» Task details: I'd like an exact copy of every line from the start of the entries below through the line containing "the station. */", please.

[Source data]

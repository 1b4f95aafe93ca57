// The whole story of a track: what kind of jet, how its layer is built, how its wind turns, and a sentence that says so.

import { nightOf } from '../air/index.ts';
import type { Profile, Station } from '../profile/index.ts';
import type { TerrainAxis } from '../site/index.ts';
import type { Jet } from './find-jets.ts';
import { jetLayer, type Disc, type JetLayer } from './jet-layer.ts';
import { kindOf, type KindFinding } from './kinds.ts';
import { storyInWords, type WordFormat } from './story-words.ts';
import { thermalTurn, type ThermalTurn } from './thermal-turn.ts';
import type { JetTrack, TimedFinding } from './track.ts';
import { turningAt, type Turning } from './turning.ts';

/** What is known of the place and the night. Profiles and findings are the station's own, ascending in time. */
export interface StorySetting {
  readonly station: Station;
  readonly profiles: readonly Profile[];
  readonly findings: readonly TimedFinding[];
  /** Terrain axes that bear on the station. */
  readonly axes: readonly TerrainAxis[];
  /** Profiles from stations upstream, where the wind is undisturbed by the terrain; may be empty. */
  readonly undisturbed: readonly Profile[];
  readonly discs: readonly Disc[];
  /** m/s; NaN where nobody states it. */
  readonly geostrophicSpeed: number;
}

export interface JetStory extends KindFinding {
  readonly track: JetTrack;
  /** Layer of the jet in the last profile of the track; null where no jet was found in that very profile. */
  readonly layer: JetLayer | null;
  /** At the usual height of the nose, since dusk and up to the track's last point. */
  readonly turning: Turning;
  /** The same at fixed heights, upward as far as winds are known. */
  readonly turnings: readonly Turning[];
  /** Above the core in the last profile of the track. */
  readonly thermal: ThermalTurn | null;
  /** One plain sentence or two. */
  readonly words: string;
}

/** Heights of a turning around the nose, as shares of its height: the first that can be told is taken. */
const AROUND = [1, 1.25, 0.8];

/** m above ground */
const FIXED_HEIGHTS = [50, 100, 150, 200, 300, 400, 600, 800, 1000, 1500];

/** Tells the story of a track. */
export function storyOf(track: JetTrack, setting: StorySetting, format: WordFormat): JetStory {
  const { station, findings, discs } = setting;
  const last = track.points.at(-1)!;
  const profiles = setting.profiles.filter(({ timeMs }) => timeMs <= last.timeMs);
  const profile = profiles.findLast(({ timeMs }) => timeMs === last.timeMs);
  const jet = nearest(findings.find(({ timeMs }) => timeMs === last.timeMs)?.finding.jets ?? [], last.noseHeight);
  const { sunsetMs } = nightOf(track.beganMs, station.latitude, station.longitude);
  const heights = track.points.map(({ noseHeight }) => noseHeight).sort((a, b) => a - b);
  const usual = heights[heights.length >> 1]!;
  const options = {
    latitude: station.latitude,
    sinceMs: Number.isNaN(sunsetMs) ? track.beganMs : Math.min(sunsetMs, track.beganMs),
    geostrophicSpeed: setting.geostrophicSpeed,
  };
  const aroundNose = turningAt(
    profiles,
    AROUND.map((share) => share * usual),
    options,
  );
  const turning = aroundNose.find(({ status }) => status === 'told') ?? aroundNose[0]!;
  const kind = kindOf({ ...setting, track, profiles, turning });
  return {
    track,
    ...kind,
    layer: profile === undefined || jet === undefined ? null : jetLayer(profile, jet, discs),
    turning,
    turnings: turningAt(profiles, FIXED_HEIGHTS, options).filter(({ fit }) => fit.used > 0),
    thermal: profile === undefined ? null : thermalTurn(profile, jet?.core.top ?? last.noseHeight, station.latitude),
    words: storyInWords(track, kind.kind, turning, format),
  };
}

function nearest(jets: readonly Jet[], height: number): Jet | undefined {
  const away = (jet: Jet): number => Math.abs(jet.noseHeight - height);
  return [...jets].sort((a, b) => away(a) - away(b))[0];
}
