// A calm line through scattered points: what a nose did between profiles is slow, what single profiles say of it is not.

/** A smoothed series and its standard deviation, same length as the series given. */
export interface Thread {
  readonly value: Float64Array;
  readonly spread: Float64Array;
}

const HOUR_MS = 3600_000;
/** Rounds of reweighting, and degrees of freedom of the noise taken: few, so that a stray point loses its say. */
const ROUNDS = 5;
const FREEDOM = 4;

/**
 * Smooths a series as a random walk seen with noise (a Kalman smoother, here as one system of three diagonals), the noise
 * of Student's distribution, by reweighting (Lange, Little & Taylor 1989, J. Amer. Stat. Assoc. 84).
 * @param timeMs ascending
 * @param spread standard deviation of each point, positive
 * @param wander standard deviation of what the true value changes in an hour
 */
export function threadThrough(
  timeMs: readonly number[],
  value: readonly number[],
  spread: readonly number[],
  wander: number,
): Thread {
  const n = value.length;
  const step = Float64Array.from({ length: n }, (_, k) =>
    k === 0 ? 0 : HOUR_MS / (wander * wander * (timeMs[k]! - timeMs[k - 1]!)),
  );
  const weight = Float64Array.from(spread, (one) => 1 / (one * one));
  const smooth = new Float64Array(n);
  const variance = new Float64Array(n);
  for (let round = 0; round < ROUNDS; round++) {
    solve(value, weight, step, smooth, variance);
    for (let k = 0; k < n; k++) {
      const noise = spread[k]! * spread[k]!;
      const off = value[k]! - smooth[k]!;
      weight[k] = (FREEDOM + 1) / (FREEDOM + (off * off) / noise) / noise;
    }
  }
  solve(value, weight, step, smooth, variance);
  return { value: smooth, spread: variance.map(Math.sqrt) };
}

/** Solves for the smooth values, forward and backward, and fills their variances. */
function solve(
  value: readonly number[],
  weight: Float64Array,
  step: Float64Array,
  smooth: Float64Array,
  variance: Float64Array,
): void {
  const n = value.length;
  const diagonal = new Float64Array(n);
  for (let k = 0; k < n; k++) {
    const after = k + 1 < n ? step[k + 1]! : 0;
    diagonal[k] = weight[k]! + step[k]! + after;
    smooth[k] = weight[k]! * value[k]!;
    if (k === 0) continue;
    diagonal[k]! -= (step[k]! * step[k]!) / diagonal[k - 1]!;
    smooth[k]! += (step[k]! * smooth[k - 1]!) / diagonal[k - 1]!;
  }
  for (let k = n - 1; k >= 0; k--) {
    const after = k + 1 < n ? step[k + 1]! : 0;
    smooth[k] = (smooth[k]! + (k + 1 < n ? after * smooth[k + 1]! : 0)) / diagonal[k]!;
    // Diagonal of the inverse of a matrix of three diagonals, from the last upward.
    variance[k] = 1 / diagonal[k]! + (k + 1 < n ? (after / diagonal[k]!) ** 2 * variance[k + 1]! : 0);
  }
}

[/Source data]

» Solution to this task:
repository 1b4f95aafe93ca57
// The whole story of a track: what kind of jet, how its layer is built, how its wind turns, and a sentence that says so.

import { nightOf } from '../air/index.ts';
import type { Profile, Station } from '../profile/index.ts';
import type { TerrainAxis } from '../site/index.ts';
import type { Jet } from './find-jets.ts';
import { jetLayer, type Disc, type JetLayer } from './jet-layer.ts';
import { kindOf, type KindFinding } from './kinds.ts';
import { storyInWords, type WordFormat } from './story-words.ts';
import { thermalTurn, type ThermalTurn } from './thermal-turn.ts';
import type { JetTrack, TimedFinding } from './track.ts';
import { turningAt, type Turning } from './turning.ts';

/** What is known of the place and the night. Profiles and findings are the station's own, ascending in time. */
export interface StorySetting {
  readonly station: Station;
  readonly profiles: readonly Profile[];
  readonly findings: readonly TimedFinding[];
  /** Terrain axes that bear on the station. */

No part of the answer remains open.